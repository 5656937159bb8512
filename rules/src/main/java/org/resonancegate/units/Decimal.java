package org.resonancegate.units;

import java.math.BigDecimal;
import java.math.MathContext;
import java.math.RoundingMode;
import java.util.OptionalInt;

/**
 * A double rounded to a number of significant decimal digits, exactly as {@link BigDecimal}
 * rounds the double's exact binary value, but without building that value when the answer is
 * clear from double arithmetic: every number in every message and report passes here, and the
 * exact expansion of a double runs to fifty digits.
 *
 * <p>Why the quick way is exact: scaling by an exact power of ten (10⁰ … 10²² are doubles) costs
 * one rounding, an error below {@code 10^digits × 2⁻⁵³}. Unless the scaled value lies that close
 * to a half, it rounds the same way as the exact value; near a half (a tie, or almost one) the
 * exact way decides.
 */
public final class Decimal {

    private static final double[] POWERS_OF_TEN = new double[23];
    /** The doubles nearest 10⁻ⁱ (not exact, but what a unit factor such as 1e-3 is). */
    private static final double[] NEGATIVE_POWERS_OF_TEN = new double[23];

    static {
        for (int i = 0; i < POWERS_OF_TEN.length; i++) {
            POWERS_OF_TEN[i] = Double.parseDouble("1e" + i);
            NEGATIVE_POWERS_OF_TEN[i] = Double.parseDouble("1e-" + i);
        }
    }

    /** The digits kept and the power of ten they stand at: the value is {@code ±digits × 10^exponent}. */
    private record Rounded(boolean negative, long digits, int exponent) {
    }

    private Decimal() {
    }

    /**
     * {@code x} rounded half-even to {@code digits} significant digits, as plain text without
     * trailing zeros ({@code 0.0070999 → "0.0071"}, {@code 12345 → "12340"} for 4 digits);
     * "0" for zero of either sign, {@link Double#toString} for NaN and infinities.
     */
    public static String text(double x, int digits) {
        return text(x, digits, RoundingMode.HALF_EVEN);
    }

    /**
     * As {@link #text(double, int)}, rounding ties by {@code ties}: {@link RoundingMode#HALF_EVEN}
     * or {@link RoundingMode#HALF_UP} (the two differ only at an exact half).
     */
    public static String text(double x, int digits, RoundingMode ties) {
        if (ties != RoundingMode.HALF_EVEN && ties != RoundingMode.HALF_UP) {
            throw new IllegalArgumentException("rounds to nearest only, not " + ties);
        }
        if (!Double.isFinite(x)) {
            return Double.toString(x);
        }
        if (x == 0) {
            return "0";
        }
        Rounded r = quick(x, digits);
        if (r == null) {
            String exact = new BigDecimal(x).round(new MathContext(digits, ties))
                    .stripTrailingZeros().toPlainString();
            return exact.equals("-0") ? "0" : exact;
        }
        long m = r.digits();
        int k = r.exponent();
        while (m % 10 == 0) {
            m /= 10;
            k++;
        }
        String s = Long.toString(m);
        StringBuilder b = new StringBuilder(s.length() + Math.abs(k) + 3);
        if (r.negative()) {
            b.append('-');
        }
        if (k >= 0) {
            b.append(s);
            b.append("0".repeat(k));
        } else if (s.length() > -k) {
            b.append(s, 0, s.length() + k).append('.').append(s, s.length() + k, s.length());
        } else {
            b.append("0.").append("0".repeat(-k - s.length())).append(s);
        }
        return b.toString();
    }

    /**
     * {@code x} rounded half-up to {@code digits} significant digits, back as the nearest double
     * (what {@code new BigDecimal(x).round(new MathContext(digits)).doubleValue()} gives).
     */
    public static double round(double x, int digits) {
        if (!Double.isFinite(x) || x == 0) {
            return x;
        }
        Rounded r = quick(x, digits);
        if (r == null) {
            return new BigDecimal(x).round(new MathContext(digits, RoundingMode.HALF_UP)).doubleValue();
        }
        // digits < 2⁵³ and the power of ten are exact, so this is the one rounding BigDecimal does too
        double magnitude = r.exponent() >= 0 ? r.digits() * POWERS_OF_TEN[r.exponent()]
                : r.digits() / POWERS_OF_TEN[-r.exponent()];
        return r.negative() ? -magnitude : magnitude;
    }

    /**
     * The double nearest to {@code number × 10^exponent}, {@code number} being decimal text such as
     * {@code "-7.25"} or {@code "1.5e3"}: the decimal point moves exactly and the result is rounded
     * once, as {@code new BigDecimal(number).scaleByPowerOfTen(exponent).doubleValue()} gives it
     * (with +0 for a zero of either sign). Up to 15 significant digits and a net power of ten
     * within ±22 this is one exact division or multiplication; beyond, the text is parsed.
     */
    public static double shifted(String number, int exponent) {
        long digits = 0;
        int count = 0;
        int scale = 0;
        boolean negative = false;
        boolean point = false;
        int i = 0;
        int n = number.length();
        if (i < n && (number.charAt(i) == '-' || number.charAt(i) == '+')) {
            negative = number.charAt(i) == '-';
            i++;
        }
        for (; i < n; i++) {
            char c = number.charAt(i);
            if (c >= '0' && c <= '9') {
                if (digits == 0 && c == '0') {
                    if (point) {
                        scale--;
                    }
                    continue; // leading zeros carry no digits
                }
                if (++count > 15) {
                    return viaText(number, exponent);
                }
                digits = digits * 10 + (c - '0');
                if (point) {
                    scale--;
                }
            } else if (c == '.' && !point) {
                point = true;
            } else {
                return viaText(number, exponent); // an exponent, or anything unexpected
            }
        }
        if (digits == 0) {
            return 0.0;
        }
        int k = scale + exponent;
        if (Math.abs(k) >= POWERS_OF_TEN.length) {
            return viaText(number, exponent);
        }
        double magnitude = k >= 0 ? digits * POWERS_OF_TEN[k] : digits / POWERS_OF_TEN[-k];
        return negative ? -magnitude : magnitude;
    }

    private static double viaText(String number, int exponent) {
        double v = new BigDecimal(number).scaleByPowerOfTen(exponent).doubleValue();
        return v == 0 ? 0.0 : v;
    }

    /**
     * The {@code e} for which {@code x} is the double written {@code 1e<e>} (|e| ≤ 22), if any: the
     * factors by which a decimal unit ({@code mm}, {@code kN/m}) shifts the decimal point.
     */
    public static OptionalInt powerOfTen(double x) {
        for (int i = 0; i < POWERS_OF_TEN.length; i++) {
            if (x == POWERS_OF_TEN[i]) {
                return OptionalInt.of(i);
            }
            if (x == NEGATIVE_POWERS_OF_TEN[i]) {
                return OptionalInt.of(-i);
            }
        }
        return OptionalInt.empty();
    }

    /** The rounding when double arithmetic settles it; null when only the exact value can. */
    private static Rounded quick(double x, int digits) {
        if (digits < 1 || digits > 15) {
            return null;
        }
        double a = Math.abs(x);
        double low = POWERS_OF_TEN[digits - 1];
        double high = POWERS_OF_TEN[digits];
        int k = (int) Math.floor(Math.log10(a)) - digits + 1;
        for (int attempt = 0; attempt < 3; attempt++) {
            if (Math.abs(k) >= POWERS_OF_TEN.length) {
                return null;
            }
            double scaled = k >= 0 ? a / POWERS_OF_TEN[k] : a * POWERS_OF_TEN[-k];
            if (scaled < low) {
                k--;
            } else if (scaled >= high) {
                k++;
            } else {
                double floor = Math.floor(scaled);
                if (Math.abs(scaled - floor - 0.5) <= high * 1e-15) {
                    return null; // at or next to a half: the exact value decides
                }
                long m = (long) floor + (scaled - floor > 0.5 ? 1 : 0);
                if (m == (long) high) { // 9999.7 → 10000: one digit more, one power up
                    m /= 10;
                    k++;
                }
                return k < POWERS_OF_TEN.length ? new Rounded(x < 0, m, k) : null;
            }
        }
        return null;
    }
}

Work task - All entries above are to be transcribed verbatim.

Reply -
repository 5656937159bb8512
filename rules/src/main/java/org/resonancegate/units/Decimal.java
package org.resonancegate.units;

import java.math.BigDecimal;
import java.math.MathContext;
import java.math.RoundingMode;
import java.util.OptionalInt;

/**
 * A double rounded to a number of significant decimal digits, exactly as {@link BigDecimal}
 * rounds the double's exact binary value, but without building that value when the answer is
 * clear from double arithmetic: every number in every message and report passes here, and the
 * exact expansion of a double runs to fifty digits.
 *
 * <p>Why the quick way is exact: scaling by an exact power of ten (10⁰ … 10²² are doubles) costs
 * one rounding, an error below {@code 10^digits × 2⁻⁵³}. Unless the scaled value lies that close
 * to a half, it rounds the same way as the exact value; near a half (a tie, or almost one) the
 * exact way decides.
 */
public final class Decimal {

    private static final double[] POWERS_OF_TEN = new double[23];
    /** The doubles nearest 10⁻ⁱ (not exact, but what a unit factor such as 1e-3 is). */
    private static final double[] NEGATIVE_POWERS_OF_TEN = new double[23];

    static {
        for (int i = 0; i < POWERS_OF_TEN.length; i++) {
            POWERS_OF_TEN[i] = Double.parseDouble("1e" + i);
            NEGATIVE_POWERS_OF_TEN[i] = Double.parseDouble("1e-" + i);
        }
    }

    /** The digits kept and the power of ten they stand at: the value is {@code ±digits × 10^exponent}. */
    private record Rounded(boolean negative, long digits, int exponent) {
    }

    private Decimal() {
    }

    /**
     * {@code x} rounded half-even to {@code digits} significant digits, as plain text without
     * trailing zeros ({@code 0.0070999 → "0.0071"}, {@code 12345 → "12340"} for 4 digits);
     * "0" for zero of either sign, {@link Double#toString} for NaN and infinities.
     */
    public static String text(double x, int digits) {
        return text(x, digits, RoundingMode.HALF_EVEN);
    }

    /**
     * As {@link #text(double, int)}, rounding ties by {@code ties}: {@link RoundingMode#HALF_EVEN}
     * or {@link RoundingMode#HALF_UP} (the two differ only at an exact half).
     */
    public static String text(double x, int digits, RoundingMode ties) {
        if (ties != RoundingMode.HALF_EVEN && ties != RoundingMode.HALF_UP) {
            throw new IllegalArgumentException("rounds to nearest only, not " + ties);
        }
        if (!Double.isFinite(x)) {
            return Double.toString(x);
        }
        if (x == 0) {
            return "0";
        }
        Rounded r = quick(x, digits);
        if (r == null) {
            String exact = new BigDecimal(x).round(new MathContext(digits, ties))
                    .stripTrailingZeros().toPlainString();
            return exact.equals("-0") ? "0" : exact;
        }
        long m = r.digits();
        int k = r.exponent();
        while (m % 10 == 0) {
            m /= 10;
            k++;
        }
        String s = Long.toString(m);
        StringBuilder b = new StringBuilder(s.length() + Math.abs(k) + 3);
        if (r.negative()) {
            b.append('-');
        }
        if (k >= 0) {
            b.append(s);
            b.append("0".repeat(k));
        } else if (s.length() > -k) {
            b.append(s, 0, s.length() + k).append('.').append(s, s.length() + k, s.length());
        } else {
            b.append("0.").append("0".repeat(-k - s.length())).append(s);
        }
        return b.toString();
    }

    /**
     * {@code x} rounded half-up to {@code digits} significant digits, back as the nearest double
     * (what {@code new BigDecimal(x).round(new MathContext(digits)).doubleValue()} gives).
     */
    public static double round(double x, int digits) {
        if (!Double.isFinite(x) || x == 0) {
            return x;
        }
        Rounded r = quick(x, digits);
        if (r == null) {
            return new BigDecimal(x).round(new MathContext(digits, RoundingMode.HALF_UP)).doubleValue();
        }
        // digits < 2⁵³ and the power of ten are exact, so this is the one rounding BigDecimal does too
        double magnitude = r.exponent() >= 0 ? r.digits() * POWERS_OF_TEN[r.exponent()]
                : r.digits() / POWERS_OF_TEN[-r.exponent()];
        return r.negative() ? -magnitude : magnitude;
    }

    /**
     * The double nearest to {@code number × 10^exponent}, {@code number} being decimal text such as
     * {@code "-7.25"} or {@code "1.5e3"}: the decimal point moves exactly and the result is rounded
     * once, as {@code new BigDecimal(number).scaleByPowerOfTen(exponent).doubleValue()} gives it
     * (with +0 for a zero of either sign). Up to 15 significant digits and a net power of ten
     * within ±22 this is one exact division or multiplication; beyond, the text is parsed.
     */
    public static double shifted(String number, int exponent) {
        long digits = 0;
        int count = 0;
        int scale = 0;
        boolean negative = false;
        boolean point = false;
        int i = 0;
        int n = number.length();
        if (i < n && (number.charAt(i) == '-' || number.charAt(i) == '+')) {
            negative = number.charAt(i) == '-';
            i++;
        }
        for (; i < n; i++) {
            char c = number.charAt(i);
            if (c >= '0' && c <= '9') {
                if (digits == 0 && c == '0') {
                    if (point) {
                        scale--;
                    }
                    continue; // leading zeros carry no digits
                }
                if (++count > 15) {
                    return viaText(number, exponent);
                }
                digits = digits * 10 + (c - '0');
                if (point) {
                    scale--;
                }
            } else if (c == '.' && !point) {
                point = true;
            } else {
                return viaText(number, exponent); // an exponent, or anything unexpected
            }
        }
        if (digits == 0) {
            return 0.0;
        }
        int k = scale + exponent;
        if (Math.abs(k) >= POWERS_OF_TEN.length) {
            return viaText(number, exponent);
        }
        double magnitude = k >= 0 ? digits * POWERS_OF_TEN[k] : digits / POWERS_OF_TEN[-k];
        return negative ? -magnitude : magnitude;
    }

    private static double viaText(String number, int exponent) {
        double v = new BigDecimal(number).scaleByPowerOfTen(exponent).doubleValue();
        return v == 0 ? 0.0 : v;
    }

    /**
     * The {@code e} for which {@code x} is the double written {@code 1e<e>} (|e| ≤ 22), if any: the
     * factors by which a decimal unit ({@code mm}, {@code kN/m}) shifts the decimal point.
     */
    public static OptionalInt powerOfTen(double x) {
        for (int i = 0; i < POWERS_OF_TEN.length; i++) {
            if (x == POWERS_OF_TEN[i]) {
                return OptionalInt.of(i);
            }
            if (x == NEGATIVE_POWERS_OF_TEN[i]) {
                return OptionalInt.of(-i);
            }
        }
        return OptionalInt.empty();
    }

    /** The rounding when double arithmetic settles it; null when only the exact value can. */
    private static Rounded quick(double x, int digits) {
        if (digits < 1 || digits > 15) {
            return null;
        }
        double a = Math.abs(x);
        double low = POWERS_OF_TEN[digits - 1];
        double high = POWERS_OF_TEN[digits];
        int k = (int) Math.floor(Math.log10(a)) - digits + 1;
        for (int attempt = 0; attempt < 3; attempt++) {
            if (Math.abs(k) >= POWERS_OF_TEN.length) {
                return null;
            }
            double scaled = k >= 0 ? a / POWERS_OF_TEN[k] : a * POWERS_OF_TEN[-k];
            if (scaled < low) {
                k--;
            } else if (scaled >= high) {
                k++;
            } else {
                double floor = Math.floor(scaled);
                if (Math.abs(scaled - floor - 0.5) <= high * 1e-15) {
                    return null; // at or next to a half: the exact value decides
                }
                long m = (long) floor + (scaled - floor > 0.5 ? 1 : 0);
                if (m == (long) high) { // 9999.7 → 10000: one digit more, one power up
                    m /= 10;
                    k++;
                }
                return k < POWERS_OF_TEN.length ? new Rounded(x < 0, m, k) : null;
            }
        }
        return null;
    }
}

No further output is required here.